What you need to do
This exercise calls for the line with "Fit no_fit(const Allowance&", the line with "fit.why = allowance.closed()", and all lines between them in the material below, output exactly and with no other lines.

Available data
#include "gainsay/estimation/residuals.h"

#include "gainsay/core/require.h"
#include "gainsay/estimation/coordinates.h"
#include "gainsay/estimation/data_rows.h"

#include <algorithm>
#include <cmath>
#include <span>
#include <utility>

namespace gainsay::estimation {
namespace {

using Want = Evaluator::Want;

Eigen::Index index(std::size_t number) { return static_cast<Eigen::Index>(number); }

/// One experiment ready to be run again and again.
struct Bench {
  ExperimentRows data;
  core::Integrator integrator;
  const FittedExperiment* experiment;
  std::vector<double> values;  // of the program's unknowns, natural units
  std::vector<double> scale;   // dp/dx of each
};

core::Accuracy accuracy_of(const Problem& problem, const FittedExperiment& experiment) {
  core::Accuracy accuracy;
  accuracy.relative = problem.relative_accuracy;
  accuracy.absolute = experiment.absolute;
  return accuracy;
}

/// The objective as it grows during an evaluation, so that it can be given up early.
struct Growing {
  double known = 0.0;    // all that is not in a group of unknown noise
  double squares = 0.0;  // of it, the squares of data and priors
  std::vector<NoiseGroup> groups;

  double objective() const {
    double sum = known;
    for (const NoiseGroup& group : groups) sum += group.objective();
    return sum;
  }
};

/// A residual of earlier knowledge: (x - value) / sd, or ln(x / value) / ln(geometric_sd).
/// Methods (15).
struct PriorResidual {
  double r;
  double dr_dvalue;
};

PriorResidual prior_residual(const Prior& prior, double value) {
  if (prior.sd) return {(value - prior.value) / *prior.sd, 1.0 / *prior.sd};
  GAINSAY_REQUIRE(prior.geometric_sd.has_value(), "a prior has an sd of one kind");
  const double width = std::log(*prior.geometric_sd);
  return {std::log(value / prior.value) / width, 1.0 / (value * width)};
}

}  // namespace

struct Evaluator::Content {
  const Problem& problem;
  std::vector<Bench> benches;
  std::vector<NoiseGroup> groups;
  std::vector<core::Accuracy> accuracies;
  Eigen::VectorXd low, high;
  std::size_t data = 0;  // N without priors
  long integrations = 0;

  explicit Content(const Problem& of) : problem(of), groups(noise_groups(of)) {
    std::vector<ExperimentRows> tables = data_rows(of);
    for (std::size_t e = 0; e < of.experiments.size(); ++e) {
      const FittedExperiment& experiment = of.experiments[e];
      accuracies.push_back(accuracy_of(of, experiment));
      data += tables[e].rows.size();
      const std::size_t count = experiment.unknown_numbers.size();
      benches.push_back(
          {std::move(tables[e]),
           core::Integrator(*experiment.program, experiment.schedule, accuracies.back()),
           &experiment, std::vector<double>(count), std::vector<double>(count)});
    }
    low = lower_bounds(of.unknowns);
    high = upper_bounds(of.unknowns);
  }

  void apply_accuracies() {
    for (std::size_t e = 0; e < benches.size(); ++e)
      benches[e].integrator.set_accuracy(accuracies[e]);
  }

  std::size_t unknowns() const { return problem.unknowns.size(); }

  Evaluation blank(Want want, const Stage& stage) const {
    const std::size_t rows = data + problem.priors() + (stage.pulled ? unknowns() : 0);
    Evaluation blank;
    blank.r = blank.slope = blank.curvature = Eigen::VectorXd::Zero(index(rows));
    blank.shown = Eigen::VectorXd::Constant(index(data), std::numeric_limits<double>::quiet_NaN());
    blank.sd = Eigen::VectorXd::Ones(index(data));
    if (want == Want::ResidualsAndJacobian) {
      blank.J = Eigen::MatrixXd::Zero(index(rows), index(unknowns()));
      blank.dshown = Eigen::MatrixXd::Zero(index(data), index(unknowns()));
    }
    return blank;
  }

  /// Residuals that need no integration: priors and the pull to the centre.
  void add_beliefs(const Eigen::VectorXd& x, const std::vector<double>& values,
                   const Eigen::VectorXd& scale, const Stage& stage, Evaluation& to) const {
    std::size_t row = data;
    const auto add = [&](double r, double dr_dx, std::size_t unknown) {
      to.r[index(row)] = to.slope[index(row)] = r;
      to.curvature[index(row)] = 1.0;
      if (to.J.size() > 0) to.J(index(row), index(unknown)) = dr_dx;
      ++row;
    };
    for (std::size_t i = 0; i < unknowns(); ++i) {
      if (!problem.unknowns[i].prior) continue;
      const PriorResidual prior = prior_residual(*problem.unknowns[i].prior, values[i]);
      add(prior.r, prior.dr_dvalue * scale[index(i)], i);
    }
    for (std::size_t i = 0; stage.pulled && i < unknowns(); ++i) {
      const double width = high[index(i)] - low[index(i)];
      add((x[index(i)] - 0.5 * (low[index(i)] + high[index(i)])) / width, 1.0 / width, i);
    }
  }

  /// Weighs one datum into the evaluation.
  static void add_datum(const DataRow& row, double shown, const Stage& stage, Evaluation& to,
                        Growing& growing) {
    const Eigen::Index i = index(row.number);
    to.shown[i] = shown;
    if (row.group && !stage.tempered) {
      to.r[i] = shown - row.observed;
      growing.groups[*row.group].sum_squares += to.r[i] * to.r[i];
      return;
    }
    const Weighed weighed =
        weigh(stage.tempered ? row.tempered() : row.scatter, shown, row.observed, stage.aim);
    to.r[i] = weighed.r;
    to.sd[i] = weighed.sd;
    to.slope[i] = weighed.slope;
    to.curvature[i] = weighed.curvature;
    growing.known += weighed.objective;
    growing.squares += weighed.r * weighed.r;
  }

  enum class Run { Done, GivenUp };

  /// Integrates one experiment as far as the stage needs and weighs its data as they come.
  core::Result<Run, core::IntegrationFailure> run(Bench& bench, const Stage& stage, Want want,
                                                  double give_up_above, Evaluation& to,
                                                  Growing& growing) {
    const std::vector<DataRow>& rows = bench.data.rows;
    const std::size_t needed = bench.data.within(stage.horizon);
    if (needed == 0) return Run::Done;
    ++integrations;
    std::size_t next = 0;
    bool given_up = false;
    const bool may_give_up = want == Want::Residuals;
    const core::Observer observer = [&](std::size_t output, std::span<const double> shown) {
      for (; next < needed && rows[next].output == output; ++next)
        add_datum(rows[next], shown[rows[next].readout], stage, to, growing);
      // Written so that a sum that is not a number gives up too.
      given_up = may_give_up && !(growing.objective() <= give_up_above);
      return next < needed && !given_up;
    };
    const auto ran = bench.integrator.run(
        bench.values, bench.scale,
        want == Want::Residuals ? core::Sensitivities::No : core::Sensitivities::Yes, observer);
    if (!ran) return ran.failure();
    if (want == Want::ResidualsAndJacobian) add_derivatives(bench, **ran, needed, to);
    return given_up ? Run::GivenUp : Run::Done;
  }

  static void add_derivatives(const Bench& bench, const core::Trajectory& trajectory,
                              std::size_t needed, Evaluation& to) {
    const std::vector<std::size_t>& numbers = bench.experiment->unknown_numbers;
    for (std::size_t k = 0; k < needed; ++k) {
      const DataRow& row = bench.data.rows[k];
      const Eigen::MatrixXd& dshown_dp = trajectory.dshown_dp[row.output];
      for (std::size_t j = 0; j < numbers.size(); ++j) {
        const double dshown = dshown_dp(index(row.readout), index(j)) * bench.scale[j];
        to.dshown(index(row.number), index(numbers[j])) = dshown;
        to.J(index(row.number), index(numbers[j])) = dshown / to.sd[index(row.number)];
      }
    }
  }

  /// Slope, curvature and sd of the groups of unknown noise, then V and the objective.
  void close(const Growing& growing, const Stage& stage, Evaluation& to) const {
    to.objective = growing.objective();
    to.V = growing.squares;
    for (const NoiseGroup& group : growing.groups)
      to.group_sds.push_back(std::sqrt(group.variance()));
    if (groups.empty() || stage.tempered) return;
    for (const Bench& bench : benches) {
      for (const DataRow& row : bench.data.rows) {
        if (!row.group) continue;
        const Eigen::Index i = index(row.number);
        const double variance = growing.groups[*row.group].variance();
        to.V += to.r[i] * to.r[i] / variance;
        to.slope[i] = to.r[i] / variance;
        to.curvature[i] = 1.0 / variance;
      }
    }
  }
};

Evaluator::Evaluator(const Problem& problem) : content_(std::make_unique<Content>(problem)) {}
Evaluator::~Evaluator() = default;
Evaluator::Evaluator(Evaluator&&) noexcept = default;

core::Result<std::optional<Evaluation>, EvaluationFailure> Evaluator::evaluate(
    const Eigen::VectorXd& x, Want want, const Stage& stage, double give_up_above) {
  Content& content = *content_;
  GAINSAY_REQUIRE(x.size() == index(content.unknowns()), "x has one coordinate for each unknown");
  const std::vector<double> values = from_coordinates(content.problem.unknowns, x);
  const Eigen::VectorXd scale = scale_at(content.problem.unknowns, values);
  Evaluation evaluation = content.blank(want, stage);
  content.add_beliefs(x, values, scale, stage, evaluation);
  Growing growing{
      .known = evaluation.r.squaredNorm(),
      .squares = evaluation.r.head(index(content.data + content.problem.priors())).squaredNorm(),
      .groups = content.groups};
  for (Bench& bench : content.benches) {
    const std::vector<std::size_t>& numbers = bench.experiment->unknown_numbers;
    for (std::size_t j = 0; j < numbers.size(); ++j) {
      bench.values[j] = values[numbers[j]];
      bench.scale[j] = scale[index(numbers[j])];
    }
    const auto ran = content.run(bench, stage, want, give_up_above, evaluation, growing);
    if (!ran) return EvaluationFailure{bench.experiment->name, ran.failure()};
    if (*ran == Content::Run::GivenUp) return std::optional<Evaluation>();
  }
  content.close(growing, stage, evaluation);
  if (!std::isfinite(evaluation.objective) || !evaluation.J.allFinite()) {
    return EvaluationFailure{
        "", {core::IntegrationFailure::Kind::BlowUp, 0.0, "", "the misfit is not a finite number"}};
  }
  if (evaluation.objective > give_up_above) return std::optional<Evaluation>();
  return std::optional<Evaluation>(std::move(evaluation));
}

std::size_t Evaluator::data_within(double horizon) const {
  std::size_t count = 0;
  for (const Bench& bench : content_->benches) count += bench.data.within(horizon);
  return count;
}

const Problem& Evaluator::problem() const { return content_->problem; }
long Evaluator::integrations() const { return content_->integrations; }

void Evaluator::set_relative_accuracy(double relative, double absolute_factor) {
  for (std::size_t e = 0; e < content_->accuracies.size(); ++e) {
    core::Accuracy& accuracy = content_->accuracies[e];
    accuracy.relative = relative;
    accuracy.absolute = content_->problem.experiments[e].absolute;
    for (double& absolute : accuracy.absolute) absolute *= absolute_factor;
  }
  content_->apply_accuracies();
}

void Evaluator::set_engine(core::Engine engine) {
  for (core::Accuracy& accuracy : content_->accuracies) accuracy.engine = engine;
  content_->apply_accuracies();
}

}  // namespace gainsay::estimation
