#pragma once

#include "gainsay/core/schedule.h"
#include "gainsay/estimation/experiment.h"

#include <cstddef>
#include <string>
#include <string_view>
#include <utility>
#include <vector>

namespace gainsay::estimation {

/// The course of an input in an experiment, or null where the experiment does not give it.
const InputCourse* find_course(const Experiment& experiment, std::string_view input);

/// The value of an input at a time: that of the last step at or before it. Requires such a step.
double value_at(const InputCourse& course, double time);

/// Whether an input keeps the value it has at `begins`.
bool is_constant(const InputCourse& course, double begins);

/// The course of an experiment in time: `inputs` by name, in the order in which events number them;
/// `jumps` as (time, number), in that order at equal times; `outputs` in any order, with doubles. A
/// step that changes nothing is no event.
core::Schedule schedule(const Experiment& experiment, const std::vector<std::string>& inputs,
                        const std::vector<std::pair<double, std::size_t>>& jumps,
                        std::vector<double> outputs);

}  // namespace gainsay::estimation
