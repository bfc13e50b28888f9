#include "gainsay/estimation/finish.h"

#include "gainsay/estimation/approach.h"
#include "gainsay/estimation/ceres_solve.h"

#include <limits>
#include <utility>

namespace gainsay::estimation {
namespace {

/// Within this share of the range from a bound an unknown counts as on it.
constexpr double kOnBound = 1e-6;
/// A held unknown is released where the quadratic model promises more than this, in units of V.
constexpr double kWorthReleasing = 1e-4;
/// Who converged must not leave more than this to the quadratic model, in units of V. Refused
/// points shrink Ceres' steps until it takes them for converged.
constexpr double kPromiseLeft = 0.01;
/// Rounds of holding and releasing.
constexpr int kRounds = 10;

enum class Side { Low, Between, High };

Side side(const Box& box, const Eigen::VectorXd& x, Eigen::Index i) {
  const double near = kOnBound * (box.high[i] - box.low[i]);
  if (x[i] - box.low[i] <= near) return Side::Low;
  return box.high[i] - x[i] <= near ? Side::High : Side::Between;
}

/// True if going inward from its side lowers the objective.
bool wants_back(Side side, double gradient) {
  return side == Side::Low ? gradient < 0.0 : side == Side::High && gradient > 0.0;
}

/// The unknowns held on bounds while the others move, and how that changes from round to round.
/// Methods (21).
class Holding {
 public:
  Holding(const Box& box, Eigen::Index unknowns)
      : box_(box), held_(static_cast<std::size_t>(unknowns), false) {}

  /// Holds the unknowns that lie next to a bound and would go beyond it, and puts them on it. True
  /// if any was free before.
  bool hold(Eigen::VectorXd& x, const LocalModel& here) {
    const std::vector<bool> on = on_bound(box_, x, here.gradient);
    bool any = false;
    for (std::size_t i = 0; i < held_.size(); ++i) {
      if (!on[i] || held_[i]) continue;
      const auto k = static_cast<Eigen::Index>(i);
      x[k] = side(box_, x, k) == Side::Low ? box_.low[k] : box_.high[k];
      held_[i] = any = true;
    }
    return any;
  }

  /// Releases the held unknowns that want back where that pays. True if there were any.
  bool release(const Eigen::VectorXd& x, const LocalModel& here) {
    bool any = false;
    for (std::size_t i = 0; i < held_.size(); ++i) {
      const auto k = static_cast<Eigen::Index>(i);
      const double slope = here.gradient[k];
      if (!held_[i] || !wants_back(side(box_, x, k), slope)) continue;
      if (slope * slope <= kWorthReleasing * here.curvature(k, k)) continue;
      held_[i] = false;
      any = true;
    }
    return any;
  }

  std::vector<Eigen::Index> free() const {
    std::vector<Eigen::Index> all;
    for (std::size_t i = 0; i < held_.size(); ++i)
      if (!held_[i]) all.push_back(static_cast<Eigen::Index>(i));
    return all;
  }

 private:
  const Box& box_;
  std::vector<bool> held_;
};

/// What Ceres says of the free unknowns; where there is none, the signs of the gradient say it all.
CeresEnd solve_free(Workbench& bench, const Holding& holding) {
  bench.set_free(holding.free());
  if (bench.free().empty()) return {true, "every unknown is held at a bound"};
  return solve_with_ceres(bench);
}

FinishEnd ended(Workbench& bench, const Box& box, bool converged, std::string why) {
  FinishEnd end;
  end.x = bench.x();
  end.why = std::move(why);
  const Evaluation* here = bench.evaluate();
  if (here == nullptr) return end;
  end.evaluation = *here;
  const LocalModel model = local_model(*here);
  end.on_bound = on_bound(box, end.x, model.gradient);
  end.converged = converged;
  if (converged && promise(model, end.x, box) > kPromiseLeft) {
    end.converged = false;
    end.why = "points beyond its end cannot be evaluated";
  }
  return end;
}

std::string words(RegionEnd::Why why) {
  switch (why) {
    case RegionEnd::Why::Settled:
      return "no step promises a gain";
    case RegionEnd::Why::Stuck:
      return "steps that promised a gain brought none";
    case RegionEnd::Why::NoModelsLeft:
      return "still gaining after the last step allowed";
    case RegionEnd::Why::Closed:
      return "nothing more was to be evaluated";
    case RegionEnd::Why::BadStart:
      return "the point cannot be integrated";
  }
  return "";
}

}  // namespace

std::vector<bool> on_bound(const Box& box, const Eigen::VectorXd& x,
                           const Eigen::VectorXd& gradient) {
  std::vector<bool> on(static_cast<std::size_t>(x.size()));
  for (Eigen::Index i = 0; i < x.size(); ++i) {
    const Side at = side(box, x, i);
    on[static_cast<std::size_t>(i)] =
        at != Side::Between && gradient[i] != 0.0 && !wants_back(at, gradient[i]);
  }
  return on;
}

FinishEnd finish(Allowance& allowance, const Box& box, const Eigen::VectorXd& from) {
  Workbench bench(allowance, box, from);
  Holding holding(box, from.size());
  const auto settle = [&] {  // true if what is held changed
    const Evaluation* here = bench.evaluate();
    if (here == nullptr) return false;
    const LocalModel model = local_model(*here);
    Eigen::VectorXd x = bench.x();
    const bool held = holding.hold(x, model);
    const bool released = holding.release(x, model);
    bench.move_to(x);
    return held || released;
  };
  settle();
  for (int round = 0; round < kRounds; ++round) {
    const CeresEnd solved = solve_free(bench, holding);
    if (allowance.closed()) return ended(bench, box, false, "nothing more was to be evaluated");
    if (!settle()) return ended(bench, box, solved.converged, solved.why);
  }
  return ended(bench, box, false, "unknowns kept going to bounds and back");
}

FinishEnd finish_in_region(Allowance& allowance, const Box& box, const Eigen::VectorXd& from,
                           Aim aim) {
  const Stage stage{.aim = aim};
  Objective objective(allowance, stage);
  RegionPlan plan{.unit = units_of(allowance.problem())};
  plan.enough = allowance.problem().relative_accuracy;
  RegionEnd descended{.x = from};
  bool converged = false;
  double before = std::numeric_limits<double>::infinity();
  // A region that rejections have made small settles too early: only one that was opened anew and
  // found nothing counts. Methods (22).
  for (int round = 0; round < kRounds && !converged; ++round) {
    descended = descend_in_region(objective, box, descended.x, plan);
    if (descended.why != RegionEnd::Why::Settled) break;
    converged = before - descended.here->value < plan.enough;
    before = descended.here->value;
  }
  FinishEnd end;
  end.x = descended.x;
  end.why = words(descended.why);
  end.evaluation = allowance.evaluate(end.x, Evaluator::Want::ResidualsAndJacobian, stage);
  if (end.evaluation) {
    end.converged = converged;
    end.on_bound = on_bound(box, end.x, local_model(*end.evaluation).gradient);
  }
  return end;
}

}  // namespace gainsay::estimation
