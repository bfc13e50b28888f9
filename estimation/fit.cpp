#include "gainsay/estimation/fit.h"

#include "gainsay/core/require.h"
#include "gainsay/estimation/approach.h"
#include "gainsay/estimation/coordinates.h"
#include "gainsay/estimation/data_rows.h"
#include "gainsay/estimation/finish.h"
#include "gainsay/estimation/regression.h"

#include <algorithm>
#include <optional>
#include <utility>

namespace gainsay::estimation {
namespace {

/// The start with scales and offsets where its own trajectory puts them; as it is where it cannot
/// be integrated to the end (the approach then tries its beginning).
Eigen::VectorXd with_scales_set(Allowance& allowance, const Eigen::VectorXd& start,
                                bool keep_guessed) {
  const Problem& problem = allowance.problem();
  std::vector<std::size_t> which = linear_unknowns(problem);
  if (keep_guessed) {
    std::erase_if(which, [&](std::size_t i) { return !problem.unknowns[i].first.empty(); });
  }
  return regressed(allowance, start, which).value_or(start);
}

/// Sds as used, those of unknown noise as estimated.
Eigen::VectorXd final_sds(const Problem& problem, const Evaluation& evaluation) {
  Eigen::VectorXd sds = evaluation.sd;
  if (!problem.noise_unknown()) return sds;
  for (const ExperimentRows& table : data_rows(problem))
    for (const DataRow& row : table.rows)
      if (row.group) sds[static_cast<Eigen::Index>(row.number)] = evaluation.group_sds[*row.group];
  return sds;
}

Stopped why_stopped(const Allowance& allowance, bool converged) {
  if (converged) return Stopped::Converged;
  if (allowance.interrupted()) return Stopped::Interrupted;
  return allowance.out_of_budget() ? Stopped::OutOfBudget : Stopped::NotConverged;
}

void count(const Allowance& allowance, Fit& fit) {
  fit.evaluations = allowance.evaluations();
  fit.jacobians = allowance.jacobians();
  fit.integrations = allowance.integrations();
}

Fit no_fit(const Allowance& allowance, const Eigen::VectorXd& start) {
  Fit fit;
  fit.x = start;
  fit.values = from_coordinates(allowance.problem().unknowns, start);
  fit.on_bound.assign(fit.values.size(), false);
  fit.stopped = allowance.closed() ? why_stopped(allowance, false) : Stopped::CannotIntegrate;
  fit.why = allowance.closed() ? "ended before the start was evaluated"
                               : "the start cannot be integrated";
  count(allowance, fit);
  return fit;
}

Fit fit_of(const Allowance& allowance, const FinishEnd& end) {
  Fit fit;
  fit.x = end.x;
  fit.values = from_coordinates(allowance.problem().unknowns, end.x);
  fit.on_bound.assign(fit.values.size(), false);
  if (end.evaluation) {
    fit.V = end.evaluation->V;
    fit.objective = end.evaluation->objective;
    fit.on_bound = end.on_bound;
    fit.shown = end.evaluation->shown;
    fit.sd = final_sds(allowance.problem(), *end.evaluation);
  }
  fit.stopped = why_stopped(allowance, end.converged);
  fit.why = end.why;
  count(allowance, fit);
  return fit;
}

FinishEnd finished(Allowance& allowance, const Eigen::VectorXd& x, Aim aim) {
  const Box box = box_of(allowance.problem());
  return allowance.problem().noise_depends_on_model() ? finish_in_region(allowance, box, x, aim)
                                                      : finish(allowance, box, x);
}

/// Inside its range, where rounding put a value just beyond it.
Eigen::VectorXd inside(const Box& box, const Eigen::VectorXd& x) {
  return x.cwiseMax(box.low).cwiseMin(box.high);
}

}  // namespace

Fit descend(Evaluator& evaluator, const Eigen::VectorXd& start, const DescentPlan& plan) {
  Allowance allowance(evaluator, plan.integrations_at_most, plan.stop);
  const Box box = box_of(evaluator.problem());
  Eigen::VectorXd x = inside(box, start);
  if (plan.regress && !plan.polish_only) {
    x = inside(box, with_scales_set(allowance, x, plan.keep_guessed));
  }
  const std::optional<Eigen::VectorXd> near =
      approach(allowance, x, plan.polish_only ? Stages::LastOnly : Stages::All);
  if (!near) return no_fit(allowance, x);
  return fit_of(allowance, finished(allowance, *near, Aim::Likelihood));
}

Fit least_V(Evaluator& evaluator, const Eigen::VectorXd& from, const DescentPlan& plan) {
  GAINSAY_REQUIRE(!evaluator.problem().noise_unknown(), "the noise is known");
  Allowance allowance(evaluator, plan.integrations_at_most, plan.stop);
  const Eigen::VectorXd x = inside(box_of(evaluator.problem()), from);
  const FinishEnd end = finished(allowance, x, Aim::Misfit);
  return end.evaluation ? fit_of(allowance, end) : no_fit(allowance, x);
}

}  // namespace gainsay::estimation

Solution for this task
Fit no_fit(const Allowance& allowance, const Eigen::VectorXd& start) {
  Fit fit;
  fit.x = start;
  fit.values = from_coordinates(allowance.problem().unknowns, start);
  fit.on_bound.assign(fit.values.size(), false);
  fit.stopped = allowance.closed() ? why_stopped(allowance, false) : Stopped::CannotIntegrate;
  fit.why = allowance.closed() ? "ended before the start was evaluated"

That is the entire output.